During the waiting period I’ve tried my best to recover from the chaos caused by radiation and continued tumor growth elsewhere. I FINALLY after may months found a pain doctor willing to work with me (thanks to connections through my amazing chiropractor… again, the lovely world of medicine). We’re in the process now of trying to figure out what I can tolerate and what works for me.

Then, a few days prior to Christmas, our house got hit with COVID. We managed to avoid it for nearly 6 years, but it reared its ugly head and ruined our Christmases. I was honestly so sick I barely remember watching the kids open their stockings and gifts at home. I can also say that was the sickest and worst I’ve ever felt in my life: even more than when I nearly died from chemo several years ago.

Thankfully, Brandon and the kids recovered well and quickly, but it’s been a different story for me. As I’m typing this, I’m in the emergency room. I’ve been watching my oxygen levels very closely at home the last couple weeks, and it’s been insanely difficult for me to do anything other than sit on the couch. Eating, talking, bathing, dressing, walking to the bathroom.. have all left me short of breath, coughing, heart pounding, and feeling like I could pass out. I was doing supplemental oxygen at home, but as of this morning, it was no longer enough.

Here at the ED I found out I am severely anemic (hemoglobin of 5.6 🤯🤯🤯), and it looks like I have the start of a bacterial pneumonia in my left upper lung. There are a few other things that need to be watched, but for now, we’re addressing the anemia and pneumonia.

So now I’m getting oxygen, IV antibiotics, fluids, as well as blood transfusions, while I find out which hospital has room to admit me 😖 The joys of a terrible cold/flu season. It sounds like it’s too soon to tell, but I may be stuck in the hospital for a few days, all depending on how well I’m tolerating things and improving.

Especially now, we really really appreciate your prayers and positive thoughts sent our way. Still praying for a massive miracle, and the first step is getting well enough to get home soon! I absolutely despise being in the hospital and being away from the kids. I’m already looking forward to my own bed, being free from all these cords, and sitting on a comfortable couch surrounded by my family.

Radiation & Health Updates

They say a picture is worth a thousand words. This photo describes what my life has been like lately. I am not tolerating radiation; in fact, I had to cancel treatment this past week and have no idea if I can even continue – I’m not even halfway done. The only other option anyone has to offer me from here on out is chemo. The odds of it working are incredibly low, but the odds of it further harming (or killing) me are very high.
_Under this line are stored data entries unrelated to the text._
#[cfg(test)]
mod tests {
    use super::*;

    #[test]
    fn below_two_rays_there_is_no_interval() {
        let none = Estimate::from_raw_sums(0, 0.0, 0.0);
        assert_eq!(none.half_width95(), None);
        assert_eq!(none.share().share, 0.0);
        let one = Estimate::from_raw_sums(1, 0.5, 0.25);
        assert_eq!(one.half_width95(), None);
        assert_eq!(
            one.share(),
            Share {
                share: 0.5,
                ci95: f64::INFINITY
            }
        );
        let two = Estimate::from_raw_sums(2, 1.0, 1.0);
        // x = {0, 1}: mean ½, s² = ½, half-width 1.96 √(½/2) = 0.98.
        assert_eq!(two.share().share, 0.5);
        assert!((two.half_width95().unwrap() - 0.98).abs() < 1e-15);
    }

    #[test]
    fn shifted_and_raw_sums_agree_with_a_direct_computation() {
        let xs = [0.25, 0.0, 1.0, 0.5, 0.0, 0.75, 0.0];
        let n = xs.len() as f64;
        let mean = xs.iter().sum::<f64>() / n;
        let m2: f64 = xs.iter().map(|x| (x - mean) * (x - mean)).sum();
        let mut shifted = ShiftedSums::new(1);
        let (mut s, mut q) = (0.0, 0.0);
        for x in xs {
            shifted.add(&[x]);
            s += x;
            q += x * x;
        }
        let a = shifted.estimates().next().unwrap();
        let b = Estimate::from_raw_sums(xs.len() as u64, s, q);
        for e in [a, b] {
            assert_eq!(e.n, 7);
            assert!(
                (e.mean - mean).abs() < 1e-15 && (e.m2 - m2).abs() < 1e-14,
                "{e:?}"
            );
        }
        // Split in two batches and merged (Chan et al.): the same estimate.
        let (mut first, mut second) = (ShiftedSums::new(1), ShiftedSums::new(1));
        xs[..3].iter().for_each(|&x| first.add(&[x]));
        xs[3..].iter().for_each(|&x| second.add(&[x]));
        let mut merged = first.estimates().next().unwrap();
        merged.merge(&second.estimates().next().unwrap());
        assert!((merged.mean - mean).abs() < 1e-15 && (merged.m2 - m2).abs() < 1e-14);
    }

    #[test]
    fn differences_of_pairs_are_the_difference_of_means_with_their_own_spread() {
        let x0 = [0.0, 1.0, 1.0, 0.0, 1.0, 0.5];
        // Every pair moved by the same 0.25: the mean difference is 0.25 with no spread.
        let x: Vec<f64> = x0.iter().map(|v| v + 0.25).collect();
        let d = Estimate::of_differences(&x, &x0);
        assert_eq!(d.n, 6);
        assert!((d.mean - 0.25).abs() < 1e-15);
        assert_eq!(d.half_width95(), Some(0.0));
        // Identical samples: exactly zero.
        let same = Estimate::of_differences(&x0, &x0);
        assert_eq!((same.mean, same.m2), (0.0, 0.0));
        // One pair differs by 1: mean 1/6, M₂ = Σ(d − 1/6)² = 5/36 + 25/36 = 5/6.
        let mut y = x0;
        y[0] = 1.0;
        let one = Estimate::of_differences(&y, &x0);
        assert!((one.mean - 1.0 / 6.0).abs() < 1e-15 && (one.m2 - 5.0 / 6.0).abs() < 1e-15);
    }

    #[test]
    fn a_fraction_of_a_whole_has_the_ratio_estimators_interval() {
        // Rays reaching a face with weight R_i (0 when they do not), turned back with T_i ∈ {0, R_i}.
        let reached = [1.0, 0.8, 0.0, 0.9, 1.0, 0.5, 0.7, 0.0, 1.0, 0.6];
        let turned = [1.0, 0.0, 0.0, 0.9, 0.0, 0.5, 0.0, 0.0, 1.0, 0.0];
        let mut sums = ShiftedSums::new(2);
        for (r, t) in reached.iter().zip(&turned) {
            sums.add(&[*r, *t]);
        }
        let e: Vec<Estimate> = sums.estimates().collect();
        let f = e[1].fraction_of(&e[0]).unwrap();
        // Directly: r = ΣT/ΣR, s² of D_i = T_i − r R_i about its mean (0), half-width
        // 1.96 √(s²_D/n) / R̄ (the ratio estimator's delta-method interval).
        let n = reached.len() as f64;
        let (st, sr): (f64, f64) = (turned.iter().sum(), reached.iter().sum());
        let r = st / sr;
        let d: Vec<f64> = reached
            .iter()
            .zip(&turned)
            .map(|(a, b)| b - r * a)
            .collect();
        let d_mean = d.iter().sum::<f64>() / n;
        let s2_d = d.iter().map(|x| (x - d_mean) * (x - d_mean)).sum::<f64>() / (n - 1.0);
        let want = 1.96 * (s2_d / n).sqrt() / (sr / n);
        assert!((f.share - r).abs() < 1e-15, "{f:?} against {r}");
        assert!((f.ci95 - want).abs() < 1e-14, "{f:?} against ± {want}");
        // 0/1 weights: the binomial interval over the rays that reach the whole.
        let mut sums = ShiftedSums::new(2);
        for k in 0..1000 {
            let r = if k % 4 == 0 { 0.0 } else { 1.0 };
            let t = if r > 0.0 && k % 3 == 0 { 1.0 } else { 0.0 };
            sums.add(&[r, t]);
        }
        let e: Vec<Estimate> = sums.estimates().collect();
        let f = e[1].fraction_of(&e[0]).unwrap();
        let (m, p) = (750.0, 250.0 / 750.0);
        assert!((f.share - p).abs() < 1e-15);
        assert!(
            (f.ci95 - 1.96 * (p * (1.0 - p) / m).sqrt()).abs() < 2e-5,
            "{f:?}"
        );
        // No whole: no fraction; one ray: no interval.
        assert_eq!(Estimate::default().fraction_of(&Estimate::default()), None);
        let one = Estimate::from_raw_sums(1, 0.5, 0.25);
        assert_eq!(one.fraction_of(&one).unwrap().ci95, f64::INFINITY);
    }

    /// A fraction's interval from the replicates: over 12 replicates of 256 rays (each reaching
    /// with a weight R_i and turning back all of it or none, T_i ∈ {0, R_i}, in a pattern that
    /// gives the replicates different fractions), the half-width equals the one computed
    /// directly from the replicate means d_j = m_T,j − r m_R,j, t₁₁ √(Σ (d_j − d̄)²/11 / 12) / R̄;
    /// with fewer than LEAST_REPLICATES replicates, or no sum, it is the per-ray interval.
    #[test]
    fn a_fraction_of_a_whole_has_its_interval_from_the_replicates() {
        let r_rays = REPLICATE_RAYS as usize;
        let (mut whole, mut part) = (Vec::new(), Vec::new());
        for j in 0..12 {
            for k in 0..r_rays {
                let w = 0.5 + 0.5 * ((k * 7 + j * 3) % 11) as f64 / 10.0;
                let back = (k + j) % (3 + j % 4) == 0;
                whole.push(w);
                part.push(if back { w } else { 0.0 });
            }
        }
        let sum: Vec<f64> = whole.iter().zip(&part).map(|(a, b)| a + b).collect();
        let (t, r, s) = (
            Estimate::of_replicates(part.iter().copied()),
            Estimate::of_replicates(whole.iter().copied()),
            Estimate::of_replicates(sum.iter().copied()),
        );
        let f = t.fraction_of_replicated(&r, &s).unwrap();
        let ratio = part.iter().sum::<f64>() / whole.iter().sum::<f64>();
        let mean = |v: &[f64]| v.iter().sum::<f64>() / v.len() as f64;
        let d: Vec<f64> = (0..12)
            .map(|j| {
                let span = j * r_rays..(j + 1) * r_rays;
                mean(&part[span.clone()]) - ratio * mean(&whole[span])
            })
            .collect();
        let d_mean = mean(&d);
        let s2 = d.iter().map(|x| (x - d_mean) * (x - d_mean)).sum::<f64>() / 11.0;
        let want = t_quantile_975(11) * (s2 / 12.0).sqrt() / mean(&whole);
        assert!((f.share - ratio).abs() < 1e-14, "{f:?} against {ratio}");
        assert!(
            (f.ci95 - want).abs() < 1e-9 * want,
            "{f:?} against ± {want}"
        );
        // The per-ray interval is another one (here narrower: the pattern makes the replicates
        // differ more than independent rays would).
        let plain = t.fraction_of(&r).unwrap();
        assert!(
            (plain.ci95 - f.ci95).abs() > 0.5 * f.ci95,
            "{plain:?} against {f:?}"
        );
        // Seven replicates: the per-ray interval.
        let first = |v: &[f64]| Estimate::of_replicates(v[..7 * r_rays].iter().copied());
        let (t7, r7, s7) = (first(&part), first(&whole), first(&sum));
        assert_eq!(t7.fraction_of_replicated(&r7, &s7), t7.fraction_of(&r7));
    }

    #[test]
    fn a_tally_every_ray_agrees_on_has_no_spread() {
        let mut sums = ShiftedSums::new(2);
        for _ in 0..5 {
            sums.add(&[0.1, 0.0]);
        }
        for e in sums.estimates() {
            assert_eq!(e.m2, 0.0);
            assert_eq!(e.half_width95(), Some(0.0));
        }
    }

    /// Student's quantile: the table's values and, beyond it, the expansion against the same
    /// table's 40, 60 and 120 degrees of freedom (2.021, 2.000, 1.980; Abramowitz and Stegun
    /// Table 26.10, from memory), and the normal 1.960 far out.
    #[test]
    fn students_quantile_follows_the_table_and_tends_to_the_normal() {
        assert_eq!(t_quantile_975(0), f64::INFINITY);
        assert_eq!(t_quantile_975(1), 12.706);
        assert_eq!(t_quantile_975(15), 2.131);
        for (dof, want) in [(31, 2.040), (40, 2.021), (60, 2.000), (120, 1.980)] {
            let t = t_quantile_975(dof);
            assert!((t - want).abs() < 1.5e-3, "{dof}: {t} against {want}");
        }
        assert!((t_quantile_975(1_000_000) - 1.959_964).abs() < 1e-5);
        // Never rising with more degrees of freedom.
        for dof in 1..500 {
            assert!(t_quantile_975(dof + 1) <= t_quantile_975(dof), "{dof}");
        }
    }

    /// Replicates: the interval comes from the spread of the replicate means, t √(Var(m_j)/J)
    /// for J equal replicates, whatever the spread within each; the mean and the per-ray M₂ are
    /// those of all the rays; fewer than LEAST_REPLICATES replicates fall back on the per-ray
    /// spread.
    #[test]
    fn replicates_give_the_interval_from_their_means() {
        // 10 replicates of 256 rays: replicate j holds values j/10 and 1 − j/10 alternately (mean
        // ½ each, large spread within), plus a small offset (j − 4.5)·10⁻³ on every value.
        let r = REPLICATE_RAYS as usize;
        let mut x = Vec::new();
        for j in 0..10 {
            let off = (j as f64 - 4.5) * 1e-3;
            for k in 0..r {
                let v = if k % 2 == 0 {
                    j as f64 / 10.0
                } else {
                    1.0 - j as f64 / 10.0
                };
                x.push(v + off);
            }
        }
        let e = Estimate::of_replicates(x.iter().copied());
        assert_eq!((e.n, e.replicates), (2560, 10));
        let means: Vec<f64> = (0..10).map(|j| 0.5 + (j as f64 - 4.5) * 1e-3).collect();
        let m = means.iter().sum::<f64>() / 10.0;
        let var_m = means.iter().map(|v| (v - m) * (v - m)).sum::<f64>() / 9.0;
        let want = t_quantile_975(9) * (var_m / 10.0).sqrt();
        let got = e.half_width95().unwrap();
        assert!((e.mean - m).abs() < 1e-15, "{e:?}");
        assert!(
            (got - want).abs() < 1e-12 * want.max(1e-300) + 1e-17,
            "{got} against {want}"
        );
        // The per-ray M₂ is all the rays' own.
        let mean = x.iter().sum::<f64>() / x.len() as f64;
        let m2: f64 = x.iter().map(|v| (v - mean) * (v - mean)).sum();
        assert!((e.m2 - m2).abs() < 1e-9 * m2);
        // The per-ray interval would be far wider: the spread within replicates is not noise
        // the mean carries when it is balanced in every replicate.
        assert!(1.96 * (m2 / 2559.0 / 2560.0).sqrt() > 4.0 * got);
        // Seven replicates: the per-ray interval.
        let few = Estimate::of_replicates(x[..7 * r].iter().copied());
        assert_eq!(few.replicates, 7);
        let mean7 = x[..7 * r].iter().sum::<f64>() / (7 * r) as f64;
        let m2_7: f64 = x[..7 * r].iter().map(|v| (v - mean7) * (v - mean7)).sum();
        let per_ray = 1.96 * (m2_7 / (7 * r - 1) as f64 / (7 * r) as f64).sqrt();
        assert!((few.half_width95().unwrap() - per_ray).abs() < 1e-12);
    }

    /// A last, shorter replicate weighs by its rays, and merging replicate estimates in order
    /// in two parts gives the whole's (what batches merged in order do).
    #[test]
    fn replicates_merge_in_order_and_weigh_by_their_rays() {
        let x: Vec<f64> = (0..(9 * REPLICATE_RAYS + 100))
            .map(|k| ((k * 7919) % 1000) as f64 / 1000.0)
            .collect();
        let whole = Estimate::of_replicates(x.iter().copied());
        assert_eq!(whole.replicates, 10);
        let cut = 4 * REPLICATE_RAYS as usize;
        let mut parts = Estimate::of_replicates(x[..cut].iter().copied());
        parts.merge(&Estimate::of_replicates(x[cut..].iter().copied()));
        assert_eq!(parts.replicates, 10);
        assert!((parts.mean - whole.mean).abs() < 1e-15);
        assert!((parts.replicates_m2 - whole.replicates_m2).abs() < 1e-12);
        // Directly: Σ n_j (m_j − x̄)².
        let mean = x.iter().sum::<f64>() / x.len() as f64;
        let direct: f64 = x
            .chunks(REPLICATE_RAYS as usize)
            .map(|c| {
                let m = c.iter().sum::<f64>() / c.len() as f64;
                c.len() as f64 * (m - mean) * (m - mean)
            })
            .sum();
        assert!(
            (whole.replicates_m2 - direct).abs() < 1e-12,
            "{whole:?} against {direct}"
        );
        // Scaling by ½ halves the mean and the half-width.
        let half = whole.scaled(0.5);
        assert!((half.mean - 0.5 * whole.mean).abs() < 1e-15);
        let (a, b) = (half.half_width95().unwrap(), whole.half_width95().unwrap());
        assert!((a - 0.5 * b).abs() < 1e-15);
    }
}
I have never felt so awful in my entire life. I fall asleep at the drop of a hat during the day and don’t wake up feeling any better. I spend 10+ hours in bed (waking frequently) and awake in the morning feeling worse than I did when I went to sleep. I have this horrendous cough that strains every muscle in my body, and often leaves me retching uncontrollably over the garbage bin. Nearly every time I try to talk, it causes a coughing fit that leaves me reeling and crying. I’m taking pain meds around the clock and am still in excruciating pain half the time. Getting in with palliative care or a pain management provider for the last few months has been yet another ridiculous headache that showcases our broken healthcare system.

I can do very little for myself anymore, and have such little energy or capacity that eating and cleaning myself are about all I have left in me. Even if I have an appetite, I can’t eat much, or I end up more nauseated or in a ton of pain. I grow out of clothes each week, despite losing muscle and fat… I’m retaining a ton of water which just adds to the discomfort and general feelings of illness.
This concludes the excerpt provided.